Cities Know What to Do. Why Can’t They Do It
There is no shortage of strategy in cities today. Artificial intelligence strategies, climate transition plans, and digital roadmaps are everywhere. The language is clear, the ambition is there, and in many cases, the direction is not in question. And yet, progress often feels slow, fragmented, and uneven. This is not a failure of vision. It is a question of capability.
A growing body of research, including work by the UCL Bartlett School of Planning through its Public Sector Capabilities Index, suggests that the way we evaluate public sector performance needs to shift. Instead of focusing on what institutions plan to do, it asks a more direct question: do public institutions actually have the capability to deliver? This reframing matters because it highlights a gap that is often overlooked—the distance between intention and execution.
Cities today are not lacking solutions. Technologies are evolving rapidly, private sector innovation is accelerating, and examples of good practice are widely shared across Europe and beyond. In many cases, the ecosystem surrounding cities is moving faster than the cities themselves. Companies are ready to deploy, tools are available, and knowledge is accessible. Yet implementation remains difficult. The reasons are not always visible from the outside, but they are consistent: procurement processes that are not designed for emerging technologies, limited internal technical capacity, fragmented governance structures, and decision-making environments that are shaped by risk rather than action. These are not strategic challenges. They are operational ones.
Artificial intelligence is bringing this gap into sharper focus. Moving from AI strategy to real deployment requires cities to manage and govern data, work across institutional silos, engage with external partners, and make decisions under uncertainty. None of this is solved by having a well-written strategy document. It requires internal capability—teams that understand the technology, processes that can adapt, and leadership that is willing to move despite incomplete information. Without this, strategies remain aspirational.
Some cities are beginning to address this challenge more directly.

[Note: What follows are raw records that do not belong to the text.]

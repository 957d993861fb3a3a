import { describe, expect, test } from 'vitest'
import { roofGlyphOf } from '../../shared/drawing/roof-glyph.ts'
import { framedOnce } from '../roof/support/framed.ts'
import { convexReferences, hollowReferences, referenceRoof } from '../roof/support/roofs.ts'

describe.each([...convexReferences, ...hollowReferences])('the glyph of $title', (reference) => {
  const roof = referenceRoof(reference)
  const glyph = roofGlyphOf(framedOnce(roof), roof)

  test('has the corners of the plan, its longer side 100 long, upright', () => {
    // Source: the outline of tests/fixtures/roofs.json, scaled by hand here.
    const xs = reference.outline_mm.map((p) => p[0]!)
    const ys = reference.outline_mm.map((p) => p[1]!)
    const scale =
      100 / Math.max(Math.max(...xs) - Math.min(...xs), Math.max(...ys) - Math.min(...ys))
    for (const [i, [x, y]] of glyph.outline.entries()) {
      expect(x).toBeCloseTo((xs[i]! - Math.min(...xs)) * scale, 1)
      expect(y).toBeCloseTo((Math.max(...ys) - ys[i]!) * scale, 1)
    }
  })

  test('has one line for each ridge, hip, broken hip and valley', () => {
    const kinds = reference.lines
      .map((line) => line.kind.replace(' ', '-'))
      .filter((kind) => kind !== 'verge')
      .sort()
    expect(glyph.lines.map((line) => line[4]).sort()).toEqual(kinds)
  })

  test('is small enough to travel with every card', () => {
    expect(JSON.stringify(glyph).length).toBeLessThan(900)
    expect(JSON.parse(JSON.stringify(glyph))).toEqual(glyph)
  })
})

test('a roof that is not framed yet has its silhouette alone', () => {
  const roof = referenceRoof(convexReferences[0]!)
  const glyph = roofGlyphOf(null, roof)
  expect(glyph.lines).toEqual([])
  expect(glyph.outline).toHaveLength(roof.outline.length)
})
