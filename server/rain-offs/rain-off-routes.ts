import type { Request, Response } from 'express'
import {
  askRainOffSchema,
  makeRainOffSchema,
  previewQuerySchema,
  rainOffListSchema,
  rainOffPreviewSchema,
  settleRainOffSchema,
} from '../../shared/rain-offs/rain-off-schemas.ts'
import { currentUser } from '../auth/current-user.ts'
import { createCalendarService } from '../bookings/calendar-service.ts'
import type { Db } from '../db/client.ts'
import type { EventHub } from '../events/event-hub.ts'
import { type Api, send } from '../http/api.ts'
import { parseInput } from '../http/parse-input.ts'
import { pathId } from '../http/path-id.ts'
import type { Clock } from '../lib/clock.ts'
import { createRainOffService } from './rain-off-service.ts'

export function rainOffRoutes(api: Api, deps: { db: Db; clock: Clock; events: EventHub }): void {
  const rainOffs = createRainOffService({ ...deps, calendar: createCalendarService(deps) })
  const idOf = (req: Request): string => pathId(req, 'rainOffId', 'That rain-off')
  // Every change answers with the list as it then is, so that no screen waits for the news of it.
  const sendList = (res: Response, status = 200): void =>
    send(res, rainOffListSchema, rainOffs.list(currentUser(res)), status)

  api.route('get', '/api/rain-offs', 'rain-off:ask', (_req, res) => sendList(res))

  api.route('post', '/api/rain-offs/asked', 'rain-off:ask', (req, res) => {
    rainOffs.ask(currentUser(res), parseInput(askRainOffSchema, req.body))
    sendList(res, 201)
  })

  api.route('post', '/api/rain-offs/:rainOffId/withdraw', 'rain-off:ask', (req, res) => {
    const input = parseInput(settleRainOffSchema, req.body)
    rainOffs.withdraw(currentUser(res), idOf(req), input)
    sendList(res)
  })

  api.route('get', '/api/rain-offs/preview', 'rain-off:write', (req, res) => {
    const query = parseInput(previewQuerySchema, req.query)
    send(res, rainOffPreviewSchema, rainOffs.preview(query))
  })

  api.route('post', '/api/rain-offs', 'rain-off:write', (req, res) => {
    rainOffs.make(currentUser(res), parseInput(makeRainOffSchema, req.body))
    sendList(res, 201)
  })

  api.route('post', '/api/rain-offs/:rainOffId/decline', 'rain-off:write', (req, res) => {
    const input = parseInput(settleRainOffSchema, req.body)
    rainOffs.decline(currentUser(res), idOf(req), input)
    sendList(res)
  })

  api.route('post', '/api/rain-offs/:rainOffId/reopen', 'rain-off:write', (req, res) => {
    const input = parseInput(settleRainOffSchema, req.body)
    rainOffs.reopen(currentUser(res), idOf(req), input)
    sendList(res)
  })

  api.route('post', '/api/rain-offs/:rainOffId/undo', 'rain-off:write', (req, res) => {
    const input = parseInput(settleRainOffSchema, req.body)
    rainOffs.undo(currentUser(res), idOf(req), input)
    sendList(res)
  })
}
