import { useSearchParams } from 'react-router-dom'
import { daySchema } from '../../../shared/http/fields.ts'
import { type Day, dayPlus, isoWeekday } from '../../../shared/calendar/days.ts'
import { useSession } from '../../lib/session.ts'
import type { Span } from './calendar-queries.ts'

export type CalendarView = 'month' | 'week' | 'crews'

export const weekCounts = [2, 3, 4, 5, 6] as const
const isView = (text: string | null): text is CalendarView =>
  text === 'week' || text === 'month' || text === 'crews'

const mondayOf = (day: Day): Day => dayPlus(day, 1 - isoWeekday(day))
const firstOfMonth = (day: Day): Day => `${day.slice(0, 7)}-01`
const firstOfNextMonth = (day: Day): Day => firstOfMonth(dayPlus(firstOfMonth(day), 31))
const lastOfMonth = (day: Day): Day => dayPlus(firstOfNextMonth(day), -1)

/** The days a view shows: whole weeks, Monday first. */
export function spanOf(view: CalendarView, on: Day, weeks = 2): Span {
  if (view === 'crews') return { from: mondayOf(on), to: dayPlus(mondayOf(on), 7 * weeks - 1) }
  if (view === 'week') return { from: mondayOf(on), to: dayPlus(mondayOf(on), 6) }
  return { from: mondayOf(firstOfMonth(on)), to: dayPlus(mondayOf(lastOfMonth(on)), 6) }
}

/** A day in the view before or after. */
export function stepOf(view: CalendarView, on: Day, direction: -1 | 1): Day {
  if (view !== 'month') return dayPlus(on, 7 * direction)
  return direction === 1 ? firstOfNextMonth(on) : firstOfMonth(dayPlus(firstOfMonth(on), -1))
}

const months = [
  'January',
  'February',
  'March',
  'April',
  'May',
  'June',
  'July',
  'August',
  'September',
  'October',
  'November',
  'December',
]

export function titleOf(view: CalendarView, on: Day, weeks = 2): string {
  const nameOf = (day: Day): string => months[Number(day.slice(5, 7)) - 1] ?? ''
  if (view === 'month') return `${nameOf(on)} ${on.slice(0, 4)}`
  const { from, to } = spanOf(view, on, weeks)
  const first = from.slice(0, 7) === to.slice(0, 7) ? '' : ` ${nameOf(from)}`
  return `${Number(from.slice(8))}${first} to ${Number(to.slice(8))} ${nameOf(to)} ${to.slice(0, 4)}`
}

/** View and day of the calendar, kept in the address. */
export function useCalendarAddress(isNarrow: boolean) {
  const { firm } = useSession()
  const [search, setSearch] = useSearchParams()
  const asked = search.get('on') ?? search.get('day') ?? ''
  const on = daySchema.safeParse(asked).success ? asked : firm.today
  const askedView = search.get('view')
  const view: CalendarView = isView(askedView) ? askedView : isNarrow ? 'week' : 'month'
  const askedWeeks = Number(search.get('weeks'))
  const weeks = weekCounts.find((count) => count === askedWeeks) ?? weekCounts[0]
  const isWall = view === 'crews' && !isNarrow && search.get('wall') === '1'
  const go = (next: { view?: CalendarView; on?: Day; weeks?: number; wall?: boolean }) =>
    setSearch(
      (now) => {
        now.set('view', next.view ?? view)
        now.set('on', next.on ?? on)
        if (next.weeks !== undefined) now.set('weeks', String(next.weeks))
        if (next.wall === true) now.set('wall', '1')
        if (next.wall === false) now.delete('wall')
        return now
      },
      { replace: true },
    )
  return { view, on, weeks, isWall, today: firm.today, span: spanOf(view, on, weeks), go }
}

/** The search part for a link that keeps the calendar as it is, with these added or (null) taken out. */
export function searchWith(
  search: URLSearchParams,
  changes: Record<string, string | null>,
): string {
  const next = new URLSearchParams(search)
  for (const [key, value] of Object.entries(changes)) {
    if (value === null) next.delete(key)
    else next.set(key, value)
  }
  const text = next.toString()
  return text ? `?${text}` : ''
}
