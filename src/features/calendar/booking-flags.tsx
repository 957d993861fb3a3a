import type { Booking, CalendarBooking } from '../../../shared/bookings/calendar-schemas.ts'
import type { Clash } from '../../../shared/clashes/clash-schemas.ts'
import { clashShortWords } from '../../../shared/clashes/clash-words.ts'
import { daysInWords } from '../../../shared/clashes/days-in-words.ts'
import { groupedClashes, worstFirst } from '../../../shared/clashes/grouped-clashes.ts'
import { formatHours } from '../../../shared/labour/format-hours.ts'
import { FlagItem, FlagLine } from '../../ui/flag-line.tsx'

/** What is amiss with a day in a word or two each; the panel has the whole sentence. */
export function DayFlagLines({ flags }: { flags: readonly Clash[] }) {
  // The booking's length has words of its own beside these.
  return flags
    .filter((flag) => flag.code !== 'too-short')
    .map((flag) => (
      <FlagLine key={`${flag.code} ${flag.text}`} weight={flag.weight}>
        {clashShortWords[flag.code]}
      </FlagLine>
    ))
}

/** Too short, too long, or null. */
export function lengthWords(
  booking: Pick<CalendarBooking, 'shortMinutes' | 'emptyDays'>,
): string | null {
  if (booking.shortMinutes > 0) return `Too short by ${formatHours(booking.shortMinutes)}`
  if (booking.emptyDays === 0) return null
  return `Too long by ${booking.emptyDays} ${booking.emptyDays === 1 ? 'day' : 'days'}`
}

/** What stands in the way of a booking in whole sentences, the same thing of several days once. */
export function BookingClashes({ booking }: { booking: Booking }) {
  const flags = booking.days.flatMap((day) => day.flags)
  // Its length stands at the head.
  const listed = groupedClashes(
    flags
      .filter((flag) => flag.code !== 'too-short')
      .map((flag) => ({ ...flag, bookingId: booking.id })),
  )
  if (listed.length === 0) return null
  return (
    <section aria-labelledby="booking-clashes">
      <h3 id="booking-clashes" className="text-lg font-extrabold">
        What stands in the way
      </h3>
      <ul className="divide-y divide-rule">
        {worstFirst(listed).map((clash) => (
          <FlagItem
            key={`${clash.code} ${clash.weight} ${clash.text}`}
            weight={clash.weight}
            when={daysInWords(clash.days)}
            text={clash.text}
            wayOut={clash.wayOut}
          />
        ))}
      </ul>
    </section>
  )
}
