import { useState } from 'react'
import type { Booking } from '../../../shared/bookings/calendar-schemas.ts'
import { type Day, formatDay } from '../../../shared/calendar/days.ts'
import type { BookingValues } from './booking-fields.tsx'
import { useBookingMoves } from './booking-moves-context.ts'
import { type BookingSide, isIdle, nameOf, partOf, type StepPart, stepOf } from './booking-steps.ts'

type Draft = BookingValues & { days: string[] }

const draftOf = (booking: Booking): Draft => ({
  crewId: booking.crew.id,
  state: booking.state,
  startAt: booking.ownStartAt ?? '',
  gear: booking.gear,
  days: booking.allDays,
})

export type BookingEditProps = { booking: Booking; onClosed: () => void }

/** What the person is typing, what it began from, and what becomes of it. */
export function useBookingEdit({ booking, onClosed }: BookingEditProps) {
  const moves = useBookingMoves()
  // What the person began from: a change by somebody else meanwhile must not be written over.
  const [base, setBase] = useState(booking)
  const [draft, setDraft] = useState(draftOf(booking))
  const start = (from: Booking) => {
    setBase(from)
    setDraft(draftOf(from))
    setFailure(null)
  }
  const [failure, setFailure] = useState<unknown>(null)
  const send = (words: string, part: StepPart) => {
    if (moves.isPending) return
    setFailure(null)
    const step = stepOf(`${nameOf(base)} ${words}`, part)
    if (isIdle(step)) onClosed()
    else moves.make(step, { onDone: onClosed, onFailed: setFailure })
  }
  const make = (words: string, changes: Partial<BookingSide>) => send(words, partOf(base, changes))
  return {
    base,
    draft,
    setDraft,
    start,
    save: (changes: Partial<BookingSide>) => make('changed', changes),
    move: (move: { from: Day; to: Day }) =>
      send(`moved to ${formatDay(move.to)}`, { ...partOf(base, {}), move }),
    drop: () => make('cancelled', { cancelled: true }),
    bringBack: () => make('restored', { cancelled: false }),
    isPending: moves.isPending,
    failure,
  }
}

export const sideOfDraft = (draft: Draft): Partial<BookingSide> => ({
  crewId: draft.crewId,
  days: draft.days,
  state: draft.state,
  startAt: draft.startAt === '' ? null : draft.startAt,
  gear: draft.gear.trim(),
})
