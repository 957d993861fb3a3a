/** A local calendar day of the firm: 'YYYY-MM-DD'. Days are text; only instants are dates. */
export type Day = string

const msPerDay = 86_400_000

function utcOf(day: Day): number {
  return Date.parse(`${day}T00:00:00Z`)
}

/** The day `count` days after (before when negative). */
export function dayPlus(day: Day, count: number): Day {
  return new Date(utcOf(day) + count * msPerDay).toISOString().slice(0, 10)
}

/** Days from a to b; negative when b is before a. */
export function daysBetween(a: Day, b: Day): number {
  return Math.round((utcOf(b) - utcOf(a)) / msPerDay)
}

/** 1 = Monday … 7 = Sunday. */
export function isoWeekday(day: Day): number {
  return new Date(utcOf(day)).getUTCDay() || 7
}

const weekdayNames = ['Mon', 'Tue', 'Wed', 'Thu', 'Fri', 'Sat', 'Sun'] as const
const monthNames = [
  'Jan',
  'Feb',
  'Mar',
  'Apr',
  'May',
  'Jun',
  'Jul',
  'Aug',
  'Sep',
  'Oct',
  'Nov',
  'Dec',
] as const

/** 'Thu 4 Dec'. */
export function formatDay(day: Day): string {
  const [, month = 1, date = 1] = day.split('-').map(Number)
  return `${weekdayNames[isoWeekday(day) - 1]} ${date} ${monthNames[month - 1]}`
}

/** 'Thu 4 Dec 2026'. */
export function formatDayWithYear(day: Day): string {
  return `${formatDay(day)} ${day.slice(0, 4)}`
}
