import { type Day, isoWeekday } from './days.ts'

/** What a firm ordinarily works: `weekHours` is Monday to Sunday, null for `hoursPerDay` on each working weekday. */
export type FirmHours = {
  hoursPerDay: number
  workingWeekdays: number[]
  weekHours: number[] | null
}

/** The hours of one day's work for the firm on that weekday; on a weekday it does not work, a usual day. */
export function firmHoursOn(firm: FirmHours, day: Day): number {
  const weekday = isoWeekday(day)
  if (!firm.workingWeekdays.includes(weekday)) return firm.hoursPerDay
  return firm.weekHours?.[weekday - 1] ?? firm.hoursPerDay
}

/**
 * Minutes a person ordinarily works on a day the crew is there: the person's own hours of that weekday, else
 * the firm's. A day booked on a weekday the firm does not work (a Saturday worked all the same) counts as a
 * usual day, unless the person's own hours say otherwise. Leave, holidays and closures are asked elsewhere.
 */
export function ordinaryMinutes(
  firm: FirmHours,
  person: { weekHours: number[] | null },
  day: Day,
): number {
  const weekday = isoWeekday(day)
  const own = person.weekHours?.[weekday - 1]
  const isFirmDay = firm.workingWeekdays.includes(weekday)
  const hours = own !== undefined && (isFirmDay || own > 0) ? own : firmHoursOn(firm, day)
  return Math.round(hours * 60)
}
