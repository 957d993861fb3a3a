import type { Calendar, CalendarBooking } from '../../../shared/bookings/calendar-schemas.ts'
import { pulledDays, splitDays, swappedPlaces } from '../../../shared/bookings/booking-places.ts'
import { movedDays } from '../../../shared/bookings/move-days.ts'
import { type Day, dayPlus, formatDay } from '../../../shared/calendar/days.ts'
import { previousWorkedDay, workedDaysFrom } from '../../../shared/calendar/working-days.ts'
import { type BookingStep, nameOf, partOf, stepOf } from './booking-steps.ts'
import { daysInWords, type Drag, type Landing, placeOf } from './drag-plan.ts'

/** The step that a drop makes. */
export function stepOfDrop(calendar: Calendar, drag: Drag, landing: Landing): BookingStep {
  const { crewId, days } = landing
  const crewName = calendar.crews.find((crew) => crew.id === crewId)?.name ?? 'the crew'
  if (drag.kind === 'job') return bookJob(drag.job, { crewId, crewName, days })
  const { booking } = drag.bar
  if (drag.kind === 'pull') return lengthStep(booking, days)
  return placeStep(calendar, booking, { crewId, days, first: landing.move?.to ?? days[0] ?? '' })
}

const lengthStep = (booking: CalendarBooking, days: Day[]): BookingStep =>
  stepOf(`${nameOf(booking)} is now ${daysInWords(days)}`, partOf(booking, { days }))

function placeStep(
  calendar: Calendar,
  booking: CalendarBooking,
  put: { crewId: string; days: Day[]; first: Day },
): BookingStep {
  const { crewId, days, first } = put
  const crew = calendar.crews.find((one) => one.id === crewId)
  const to = crewId === booking.crew.id || !crew ? '' : ` and to ${crew.name}`
  return stepOf(
    `${nameOf(booking)} moved to ${formatDay(first)}${to}`,
    partOf(booking, { crewId, days }),
  )
}

/** The day `from` and those after it go to `to`, to another crew when it is one. */
export function moveStep(
  calendar: Calendar,
  booking: CalendarBooking,
  move: { from: Day; to: Day; crewId?: string },
): BookingStep {
  const { days: before, worked } = placeOf(booking)
  const days = movedDays(calendar, before, worked, move)
  const crewId = move.crewId ?? booking.crew.id
  const step = placeStep(calendar, booking, { crewId, days, first: move.to })
  const { from, to } = move
  return { ...step, parts: step.parts.map((part) => ({ ...part, move: { from, to } })) }
}

/** One end of a run a working day further out or in; null when nothing of it would be left. */
export function pullStep(
  calendar: Calendar,
  booking: CalendarBooking,
  stretch: readonly Day[],
  pull: { end: 'first' | 'last'; by: 1 | -1 },
): BookingStep | null {
  const { end, by } = pull
  const [first, last] = [stretch[0], stretch[stretch.length - 1]]
  if (first === undefined || last === undefined) return null
  const outside =
    end === 'last'
      ? workedDaysFrom(calendar, dayPlus(last, 1), 1)[0]
      : previousWorkedDay(calendar, first)
  const inside = end === 'last' ? stretch[stretch.length - 2] : stretch[1]
  const to = by === 1 ? outside : inside
  if (!to) return null
  const place = placeOf(booking)
  const days = pulledDays(calendar, place, { stretch, end, to })
  return days.join() === place.days.join() ? null : lengthStep(booking, days)
}

function bookJob(
  job: { id: string; number: string; title: string },
  put: { crewId: string; crewName: string; days: Day[] },
): BookingStep {
  const id = crypto.randomUUID()
  const side = {
    crewId: put.crewId,
    days: put.days,
    state: 'pencilled' as const,
    clashReason: null,
  }
  return stepOf(
    `${job.number} ${job.title} pencilled in for ${put.crewName}, ${daysInWords(put.days)}`,
    {
      id,
      name: `${job.number} ${job.title}`,
      version: 1,
      before: { ...side, cancelled: true },
      after: { ...side, cancelled: false },
      create: {
        clientId: id,
        jobId: job.id,
        crewId: put.crewId,
        days: put.days,
        state: 'pencilled',
      },
    },
  )
}

/** The part from `day` on becomes a booking of its own. */
export function splitStep(booking: CalendarBooking, day: Day): BookingStep | null {
  const parts = splitDays(placeOf(booking), day)
  if (!parts) return null
  const [first, second] = parts
  const id = crypto.randomUUID()
  const { state, clashReason } = booking
  const crewId = booking.crew.id
  const side = { crewId, days: second, state, clashReason }
  return stepOf(`${nameOf(booking)} split at ${formatDay(day)}`, partOf(booking, { days: first }), {
    id,
    name: nameOf(booking),
    version: 1,
    before: { ...side, cancelled: true },
    after: { ...side, cancelled: false },
    create: {
      clientId: id,
      jobId: booking.job.id,
      crewId,
      days: second,
      state,
      startAt: booking.startAt,
      evenIfNotWorked: true,
      ...(clashReason === null ? {} : { clashReason }),
    },
  })
}

export function swapStep(
  calendar: Calendar,
  a: CalendarBooking,
  b: CalendarBooking,
): BookingStep | null {
  const places = swappedPlaces(calendar, placeOf(a), placeOf(b))
  if (!places) return null
  return stepOf(
    `${nameOf(a)} and ${nameOf(b)} changed places`,
    partOf(a, places[0]),
    partOf(b, places[1]),
  )
}

export function stateStep(booking: CalendarBooking): BookingStep {
  const state = booking.state === 'firm' ? 'pencilled' : 'firm'
  const words = state === 'firm' ? 'is firm now' : 'is only pencilled in now'
  return stepOf(`${nameOf(booking)} ${words}`, partOf(booking, { state }))
}

/** When just one booking is in the way of a move: the two could change places. */
export function swapInsteadOf(
  calendar: Calendar,
  drag: Drag,
  landing: Landing,
): { label: string; step: BookingStep } | undefined {
  if (drag.kind !== 'move') return undefined
  const { booking } = drag.bar
  const inTheWay = calendar.bookings.filter(
    (other) =>
      other.id !== booking.id &&
      other.crew.id === landing.crewId &&
      other.allDays.some((day) => landing.days.includes(day)),
  )
  const [other] = inTheWay
  if (!other || inTheWay.length > 1) return undefined
  const step = swapStep(calendar, booking, other)
  return step ? { label: `Change places with ${other.job.number}`, step } : undefined
}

Rather than producing new strategies, they are focusing on how to align internal processes, build capacity within their teams, and test new approaches in practice. These efforts are often incremental and rarely visible at scale, but they point to an important shift—from planning to doing. They also highlight how difficult that transition actually is.
This is where most urban innovation conversations fall short. The focus tends to remain on solutions, technologies, and best practices. While these are important, they rarely address the harder question: what actually enables a city to move from knowing to doing? Without that, even the most advanced ideas remain theoretical, disconnected from the realities of implementation.
If cities are to deliver on their ambitions—whether in artificial intelligence, climate transition, or public services—the conversation needs to evolve. It needs to move from asking what cities should do, to understanding what enables them to act. This shift is not about lowering ambition. It is about grounding ambition in the reality of how cities function.
Cities are entering a phase where expectations are higher than ever. Citizens expect better services, technologies are advancing at speed, and policy frameworks are becoming more demanding. In this context, the ability to act becomes the defining factor. Not the number of strategies produced, but the capacity to turn them into outcomes.
As part of the broader AI & the City exploration, this raises a fundamental question: how can cities build the capability to move from strategy to implementation? Because the future of urban governance will be defined by what they are able to deliver.